Questions: Phantom Read Anomaly: New Rows Appearing
5 questions to test your understanding
Score: 0 / 5
Question 1 Multiple Choice
Transaction A runs SELECT * FROM orders WHERE status = 'pending' and gets 50 rows. Transaction B then inserts a new pending order and commits. Transaction A runs the same query again and gets 51 rows. Which isolation level, at minimum, prevents this anomaly?
ARead committed — it only reads committed data
BRepeatable read — it locks all rows read by the transaction
CSerializable — it locks the predicate, preventing new matching rows from being inserted
DRead uncommitted — it blocks all concurrent writes
Repeatable read prevents modification of rows already read, but it cannot prevent new rows from being inserted. The phantom row (row 51) didn't exist when Transaction A first read — there was nothing to lock. Serializable isolation prevents phantoms by locking the predicate (the condition 'status = pending'), so no new row matching that condition can be inserted while Transaction A holds its lock. Read committed and read uncommitted provide even weaker guarantees and cannot prevent phantom reads.
Question 2 Multiple Choice
A banking system sums all transactions for an account within a transaction, then uses that sum to decide whether to approve a transfer. A phantom read occurs mid-transaction. What is the WORST CASE outcome?
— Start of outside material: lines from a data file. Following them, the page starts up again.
import { AnalysisError } from './analysis-error';
import { nanometres, positiveLength } from './check-input';
import { onceRound, tangentOfHalf } from './plan-direction';
import type { OutlineRun } from './types';
import type { Nm } from './units';

/** What an outline was measured on. Faces are the outer ones: left of a clockwise walk, right of a counterclockwise one. */
export type OutlineLine = 'wall-face' | 'footing-face' | 'centre-line';

export interface OutlineSection {
  wallWidth: Nm;
  footingWidth: Nm;
  /** How far the wall's own centre stands outside the footing's; absent: centred. */
  wallOutBy?: Nm;
}

/** Distance of a line outward from the footing's centre line; inward is negative. @throws AnalysisError 'not-positive' and what lengths throw */
export function lineOffset(line: OutlineLine, section: OutlineSection): Nm {
  const wall = positiveLength('wallWidth', section.wallWidth);
  const footing = positiveLength('footingWidth', section.footingWidth);
  const outBy = nanometres('wallOutBy', section.wallOutBy ?? 0);
  switch (line) {
    case 'centre-line':
      return 0;
    case 'wall-face':
      return outBy + wall / 2;
    case 'footing-face':
      return footing / 2;
    default:
      throw new AnalysisError('unknown-line', `An outline is not measured on "${String(line)}".`, { line });
  }
}

/**
 * The parallel outline `outward` nm outside (negative: inside), mitred at every corner: a corner that turns with the walk lengthens both
 * its runs by outward · tan(turn / 2), one that turns against it shortens them. Exact for right angles, to a whole nm elsewhere; the
 * free ends of a strip stay square. Steps stay where they are on the ground.
 * @throws AnalysisError 'turn-folds-back' | 'offset-swallows-run' (details run, length) | 'offset-swallows-step' (details run, at)
 */
export function offsetOutline(runs: OutlineRun[], outward: Nm): OutlineRun[] {
  const by = nanometres('outward', outward);
  const { closed, sense } = onceRound(runs);
  const growth = runs.map((run, index) => {
    if (!closed && index === runs.length - 1) return 0;
    if (Math.abs(run.turn % 360) === 180) {
      throw new AnalysisError('turn-folds-back', `The turn of ${run.id} folds back on itself.`, { run: run.id });
    }
    return by * sense * tangentOfHalf(run.turn);
  });
  return runs.map((run, index) => {
    const atStart = (index === 0 ? (closed ? growth.at(-1) : 0) : growth[index - 1]) ?? 0;
    const length = nanometres(
      `length of ${run.id}`,
      Math.round(positiveLength(`length of ${run.id}`, run.length) + atStart + (growth[index] ?? 0)),
    );
    if (length <= 0) {
      throw new AnalysisError('offset-swallows-run', `Nothing is left of ${run.id} there.`, { run: run.id, length });
    }
    if (!run.steps) return { ...run, length };
    const steps = run.steps.map(({ at, by: rise }) => ({
      at: movedStep(run, at, atStart, length),
      by: nanometres(`step of ${run.id}`, rise),
    }));
    return { ...run, length, steps };
  });
}

function movedStep(run: OutlineRun, at: Nm, atStart: Nm, length: Nm): Nm {
  const moved = Math.round(nanometres(`step of ${run.id}`, at) + atStart);
  if (moved < 0 || moved > length) {
    throw new AnalysisError('offset-swallows-step', `The step of ${run.id} is not on the run there.`, { run: run.id, at });
  }
  return moved === 0 ? 0 : moved;
}

/** An outline measured on one line, as it is on another. @throws AnalysisError as `lineOffset` and `offsetOutline` */
export function outlineOn(runs: OutlineRun[], from: OutlineLine, to: OutlineLine, section: OutlineSection): OutlineRun[] {
  return offsetOutline(runs, lineOffset(to, section) - lineOffset(from, section));
}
AThe sum query fails with an error, forcing a retry
BThe transfer decision is made on a stale sum that doesn't reflect a concurrent deposit, potentially approving an incorrect amount
CThe transaction is automatically rolled back by the database
DThe sum is recalculated automatically to include the new row
Phantom reads are dangerous precisely because they are silent — no error is raised, no rollback occurs. The first query returned a correct sum at that moment; the decision logic proceeds as if that sum is definitive. But a new transaction committed between the two reads, making the sum stale. The database does not alert the transaction to this inconsistency under repeatable read or weaker isolation. This is why serializable isolation exists for financial applications where result set completeness matters.
Question 3 True / False
Repeatable read isolation prevents phantom reads because it locks most rows that match a query's WHERE clause.
TTrue
FFalse
Answer: False
Repeatable read locks rows that ALREADY EXIST and have been read — it prevents those specific rows from being modified by other transactions. But a phantom is a NEW row that didn't exist when the first read occurred. You cannot place a lock on a row that doesn't exist yet. Preventing phantoms requires locking the predicate (the WHERE condition itself), which is what serializable isolation provides. This is the architectural gap that repeatable read cannot bridge.
Question 4 True / False
Preventing phantom reads requires locking not just existing data rows, but the predicate — the condition that defines which rows qualify — so that new qualifying rows cannot be inserted.
TTrue
FFalse
Answer: True
This is the essential insight. Phantom prevention is fundamentally about locking the absence of data — the 'space' where new matching rows could appear. Implementations vary: some databases use predicate locks (explicit locks on WHERE conditions), others use index-range locks (locking ranges in an index that covers the predicate), and others use serializable snapshot isolation (detecting conflicts at commit time). All approaches must prevent another transaction from inserting a row that retroactively satisfies a predicate already evaluated.
Question 5 Short Answer
Why can't row-level locking, even if perfectly implemented, prevent phantom reads? What additional mechanism is required?
Think about your answer, then reveal below.
Model answer: Row-level locking can only apply to rows that already exist. A phantom is a row inserted by a concurrent transaction after the first read — there was no row to lock at the time of the first query. Preventing phantoms requires locking the predicate (the WHERE condition), so that any INSERT attempting to create a row matching that condition is blocked until the reading transaction completes. This requires predicate locking, index-range locking, or conflict detection at commit time (as in serializable snapshot isolation).
The conceptual key is that row-level locks protect existing data; phantoms exploit the absence of data. A transaction that read 'all rows where status = pending' has implicitly made a claim about the complete set — but row locks only secure the members of that set at that moment, not the set's boundaries. Serializable isolation closes this gap by treating the predicate itself as a lockable resource, at the cost of reduced concurrency.